## Prompt
From the entries below, transcribe exactly the lines between the line holding "export type CellKind" and the line holding "or text. */", inclusive; skip all other lines.
━━━━━━
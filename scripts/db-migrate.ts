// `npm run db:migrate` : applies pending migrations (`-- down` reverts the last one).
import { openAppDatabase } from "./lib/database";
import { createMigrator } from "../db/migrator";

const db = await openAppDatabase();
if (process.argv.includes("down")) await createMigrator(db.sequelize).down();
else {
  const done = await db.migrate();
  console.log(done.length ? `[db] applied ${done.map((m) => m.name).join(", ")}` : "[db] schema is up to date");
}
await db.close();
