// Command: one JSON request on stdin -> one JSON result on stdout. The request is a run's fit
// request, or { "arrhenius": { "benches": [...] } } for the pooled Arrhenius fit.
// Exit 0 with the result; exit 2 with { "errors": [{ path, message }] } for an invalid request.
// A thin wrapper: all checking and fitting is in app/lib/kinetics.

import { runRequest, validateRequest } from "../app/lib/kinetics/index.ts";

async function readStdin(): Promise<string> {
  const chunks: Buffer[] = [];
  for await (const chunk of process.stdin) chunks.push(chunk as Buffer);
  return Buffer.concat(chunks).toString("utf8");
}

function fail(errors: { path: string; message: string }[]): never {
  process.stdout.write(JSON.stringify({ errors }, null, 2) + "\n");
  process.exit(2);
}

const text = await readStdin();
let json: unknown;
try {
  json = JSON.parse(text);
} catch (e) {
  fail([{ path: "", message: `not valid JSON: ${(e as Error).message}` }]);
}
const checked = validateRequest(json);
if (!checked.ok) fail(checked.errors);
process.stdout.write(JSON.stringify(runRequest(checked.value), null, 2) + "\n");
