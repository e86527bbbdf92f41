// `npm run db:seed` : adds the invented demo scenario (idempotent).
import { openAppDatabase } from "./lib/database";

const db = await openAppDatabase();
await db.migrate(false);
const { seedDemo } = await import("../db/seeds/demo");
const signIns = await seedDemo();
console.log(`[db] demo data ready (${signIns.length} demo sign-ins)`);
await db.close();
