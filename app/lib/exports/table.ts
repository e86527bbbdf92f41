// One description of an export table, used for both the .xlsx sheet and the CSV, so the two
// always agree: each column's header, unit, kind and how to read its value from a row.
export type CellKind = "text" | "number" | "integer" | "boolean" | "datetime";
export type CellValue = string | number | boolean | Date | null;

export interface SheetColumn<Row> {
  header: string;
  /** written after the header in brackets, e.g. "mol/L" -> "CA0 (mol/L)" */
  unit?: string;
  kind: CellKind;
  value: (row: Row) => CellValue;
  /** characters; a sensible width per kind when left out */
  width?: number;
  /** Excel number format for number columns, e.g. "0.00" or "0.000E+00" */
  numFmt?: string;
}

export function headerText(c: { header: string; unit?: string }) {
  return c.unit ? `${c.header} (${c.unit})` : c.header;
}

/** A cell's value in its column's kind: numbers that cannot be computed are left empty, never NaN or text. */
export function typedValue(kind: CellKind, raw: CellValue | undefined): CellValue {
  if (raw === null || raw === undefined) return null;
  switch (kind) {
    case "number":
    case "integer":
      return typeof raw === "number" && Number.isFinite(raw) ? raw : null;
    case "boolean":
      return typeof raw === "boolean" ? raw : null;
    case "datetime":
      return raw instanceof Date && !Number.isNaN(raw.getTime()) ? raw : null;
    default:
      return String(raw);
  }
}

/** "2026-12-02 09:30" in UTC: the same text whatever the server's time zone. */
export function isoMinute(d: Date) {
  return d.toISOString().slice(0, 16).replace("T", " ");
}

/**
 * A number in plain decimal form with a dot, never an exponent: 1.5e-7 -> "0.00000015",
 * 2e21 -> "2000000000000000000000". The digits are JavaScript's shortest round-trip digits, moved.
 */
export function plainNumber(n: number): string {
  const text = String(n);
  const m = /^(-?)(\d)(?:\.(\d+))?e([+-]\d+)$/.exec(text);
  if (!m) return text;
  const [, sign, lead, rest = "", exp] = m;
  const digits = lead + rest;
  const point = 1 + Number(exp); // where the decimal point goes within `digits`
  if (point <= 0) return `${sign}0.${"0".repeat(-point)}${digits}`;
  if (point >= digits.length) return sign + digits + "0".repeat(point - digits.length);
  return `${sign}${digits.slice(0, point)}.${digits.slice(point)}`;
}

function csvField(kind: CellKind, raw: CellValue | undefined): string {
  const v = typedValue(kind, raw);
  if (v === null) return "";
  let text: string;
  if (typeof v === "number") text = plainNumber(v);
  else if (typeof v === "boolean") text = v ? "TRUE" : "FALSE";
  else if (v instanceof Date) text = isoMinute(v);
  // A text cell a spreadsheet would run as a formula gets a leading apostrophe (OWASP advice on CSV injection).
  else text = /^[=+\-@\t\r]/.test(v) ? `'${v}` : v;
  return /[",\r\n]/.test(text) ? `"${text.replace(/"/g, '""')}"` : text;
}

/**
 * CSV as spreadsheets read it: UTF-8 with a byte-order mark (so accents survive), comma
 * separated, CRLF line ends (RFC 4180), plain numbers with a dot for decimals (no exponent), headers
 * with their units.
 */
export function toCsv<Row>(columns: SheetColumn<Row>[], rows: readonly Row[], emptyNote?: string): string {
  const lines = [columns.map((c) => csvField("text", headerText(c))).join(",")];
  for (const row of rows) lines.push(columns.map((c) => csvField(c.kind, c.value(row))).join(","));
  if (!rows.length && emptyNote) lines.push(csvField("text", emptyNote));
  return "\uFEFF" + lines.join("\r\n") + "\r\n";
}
━━━━━━
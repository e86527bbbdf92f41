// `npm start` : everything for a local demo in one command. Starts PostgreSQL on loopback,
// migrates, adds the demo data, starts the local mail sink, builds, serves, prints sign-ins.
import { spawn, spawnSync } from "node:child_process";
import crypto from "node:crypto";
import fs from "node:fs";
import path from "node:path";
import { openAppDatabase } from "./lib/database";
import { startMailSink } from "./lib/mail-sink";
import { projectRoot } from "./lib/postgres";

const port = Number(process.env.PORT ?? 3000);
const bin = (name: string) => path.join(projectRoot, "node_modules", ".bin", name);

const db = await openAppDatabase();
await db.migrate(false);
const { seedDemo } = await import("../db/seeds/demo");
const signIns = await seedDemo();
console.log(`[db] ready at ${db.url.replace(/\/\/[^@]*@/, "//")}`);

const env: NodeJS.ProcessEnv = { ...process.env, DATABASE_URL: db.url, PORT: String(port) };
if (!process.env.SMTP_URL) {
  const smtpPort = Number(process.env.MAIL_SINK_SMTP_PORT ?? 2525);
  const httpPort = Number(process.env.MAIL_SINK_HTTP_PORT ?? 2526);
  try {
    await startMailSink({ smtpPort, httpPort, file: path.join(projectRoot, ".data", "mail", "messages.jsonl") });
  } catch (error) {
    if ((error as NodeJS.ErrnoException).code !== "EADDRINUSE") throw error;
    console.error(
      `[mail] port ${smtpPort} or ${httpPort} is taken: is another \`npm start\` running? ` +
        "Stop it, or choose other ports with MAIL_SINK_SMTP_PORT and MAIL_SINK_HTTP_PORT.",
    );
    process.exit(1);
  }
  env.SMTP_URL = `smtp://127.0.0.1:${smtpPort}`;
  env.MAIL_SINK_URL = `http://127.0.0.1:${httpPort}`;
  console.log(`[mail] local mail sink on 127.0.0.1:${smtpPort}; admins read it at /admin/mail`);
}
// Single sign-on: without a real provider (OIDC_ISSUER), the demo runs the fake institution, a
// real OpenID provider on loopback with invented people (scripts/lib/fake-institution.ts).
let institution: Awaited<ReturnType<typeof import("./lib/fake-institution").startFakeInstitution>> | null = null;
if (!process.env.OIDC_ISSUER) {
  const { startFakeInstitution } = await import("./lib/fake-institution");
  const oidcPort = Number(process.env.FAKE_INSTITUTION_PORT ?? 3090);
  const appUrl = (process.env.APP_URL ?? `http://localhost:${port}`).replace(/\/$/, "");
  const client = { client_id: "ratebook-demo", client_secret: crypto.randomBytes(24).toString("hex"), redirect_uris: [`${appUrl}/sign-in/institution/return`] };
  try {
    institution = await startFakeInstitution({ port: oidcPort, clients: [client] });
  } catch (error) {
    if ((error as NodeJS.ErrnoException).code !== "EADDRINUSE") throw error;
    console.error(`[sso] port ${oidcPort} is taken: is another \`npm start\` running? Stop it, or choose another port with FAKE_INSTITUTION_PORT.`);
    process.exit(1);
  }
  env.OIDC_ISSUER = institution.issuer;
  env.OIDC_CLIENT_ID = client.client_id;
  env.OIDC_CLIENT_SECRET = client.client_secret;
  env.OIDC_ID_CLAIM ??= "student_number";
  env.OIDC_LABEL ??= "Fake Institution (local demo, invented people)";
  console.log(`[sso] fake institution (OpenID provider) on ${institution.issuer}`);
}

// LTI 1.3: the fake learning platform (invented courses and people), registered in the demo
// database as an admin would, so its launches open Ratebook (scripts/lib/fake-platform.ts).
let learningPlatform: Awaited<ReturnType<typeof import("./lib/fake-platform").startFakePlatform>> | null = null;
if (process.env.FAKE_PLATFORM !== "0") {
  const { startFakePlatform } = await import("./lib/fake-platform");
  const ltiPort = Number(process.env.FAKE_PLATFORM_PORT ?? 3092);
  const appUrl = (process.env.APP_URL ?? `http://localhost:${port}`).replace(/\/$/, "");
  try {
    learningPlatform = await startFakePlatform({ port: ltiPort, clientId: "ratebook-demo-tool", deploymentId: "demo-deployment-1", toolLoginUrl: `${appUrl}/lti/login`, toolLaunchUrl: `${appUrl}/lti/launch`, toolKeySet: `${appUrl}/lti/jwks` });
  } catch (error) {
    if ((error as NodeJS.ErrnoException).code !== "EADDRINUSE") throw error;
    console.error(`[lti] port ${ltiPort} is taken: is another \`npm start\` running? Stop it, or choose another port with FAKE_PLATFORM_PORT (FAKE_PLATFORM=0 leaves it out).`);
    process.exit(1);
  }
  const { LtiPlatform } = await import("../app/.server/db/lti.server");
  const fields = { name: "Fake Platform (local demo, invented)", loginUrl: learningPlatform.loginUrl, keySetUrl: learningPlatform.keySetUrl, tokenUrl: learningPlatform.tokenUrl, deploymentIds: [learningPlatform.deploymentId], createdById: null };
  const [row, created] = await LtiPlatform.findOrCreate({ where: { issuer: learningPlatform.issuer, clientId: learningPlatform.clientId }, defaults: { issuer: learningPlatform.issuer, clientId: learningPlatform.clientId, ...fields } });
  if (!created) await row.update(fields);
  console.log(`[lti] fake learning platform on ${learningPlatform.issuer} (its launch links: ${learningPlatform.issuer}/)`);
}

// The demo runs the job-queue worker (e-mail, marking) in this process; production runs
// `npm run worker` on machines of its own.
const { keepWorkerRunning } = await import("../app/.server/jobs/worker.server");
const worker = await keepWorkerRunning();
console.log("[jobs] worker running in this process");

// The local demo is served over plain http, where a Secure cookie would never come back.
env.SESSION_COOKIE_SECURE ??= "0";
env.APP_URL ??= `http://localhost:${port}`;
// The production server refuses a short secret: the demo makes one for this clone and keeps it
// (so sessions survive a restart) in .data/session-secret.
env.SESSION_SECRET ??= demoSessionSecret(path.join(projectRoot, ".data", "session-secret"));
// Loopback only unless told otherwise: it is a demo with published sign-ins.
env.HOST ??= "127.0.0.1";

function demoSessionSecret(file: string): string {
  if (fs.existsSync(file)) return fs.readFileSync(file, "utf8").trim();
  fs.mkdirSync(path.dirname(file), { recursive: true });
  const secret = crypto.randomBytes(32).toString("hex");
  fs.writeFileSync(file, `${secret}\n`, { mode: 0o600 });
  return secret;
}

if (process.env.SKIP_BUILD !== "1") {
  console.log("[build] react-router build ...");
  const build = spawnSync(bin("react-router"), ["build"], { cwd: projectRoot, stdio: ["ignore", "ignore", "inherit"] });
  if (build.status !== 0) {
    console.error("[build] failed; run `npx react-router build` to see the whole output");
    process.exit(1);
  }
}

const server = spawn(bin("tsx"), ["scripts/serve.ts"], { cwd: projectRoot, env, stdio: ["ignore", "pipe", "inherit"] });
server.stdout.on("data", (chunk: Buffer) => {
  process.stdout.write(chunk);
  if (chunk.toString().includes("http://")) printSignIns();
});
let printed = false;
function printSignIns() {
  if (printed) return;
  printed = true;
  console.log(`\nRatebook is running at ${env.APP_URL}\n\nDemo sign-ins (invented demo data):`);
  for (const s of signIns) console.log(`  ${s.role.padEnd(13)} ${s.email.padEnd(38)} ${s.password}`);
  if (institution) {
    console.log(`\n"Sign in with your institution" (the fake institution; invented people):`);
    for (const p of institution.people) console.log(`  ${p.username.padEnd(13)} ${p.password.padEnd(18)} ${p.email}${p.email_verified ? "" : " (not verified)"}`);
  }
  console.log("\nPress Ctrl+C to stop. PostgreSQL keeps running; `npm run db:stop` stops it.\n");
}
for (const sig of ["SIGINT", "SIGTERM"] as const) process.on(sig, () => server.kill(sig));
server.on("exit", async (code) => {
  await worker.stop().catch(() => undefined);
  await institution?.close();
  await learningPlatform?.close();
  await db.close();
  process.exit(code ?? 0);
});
━━━━━━
## Worked solution
export type CellKind = "text" | "number" | "integer" | "boolean" | "datetime";
export type CellValue = string | number | boolean | Date | null;

export interface SheetColumn<Row> {
  header: string;
  /** written after the header in brackets, e.g. "mol/L" -> "CA0 (mol/L)" */
  unit?: string;
  kind: CellKind;
  value: (row: Row) => CellValue;
  /** characters; a sensible width per kind when left out */
  width?: number;
  /** Excel number format for number columns, e.g. "0.00" or "0.000E+00" */
  numFmt?: string;
}

export function headerText(c: { header: string; unit?: string }) {
  return c.unit ? `${c.header} (${c.unit})` : c.header;
}

/** A cell's value in its column's kind: numbers that cannot be computed are left empty, never NaN or text. */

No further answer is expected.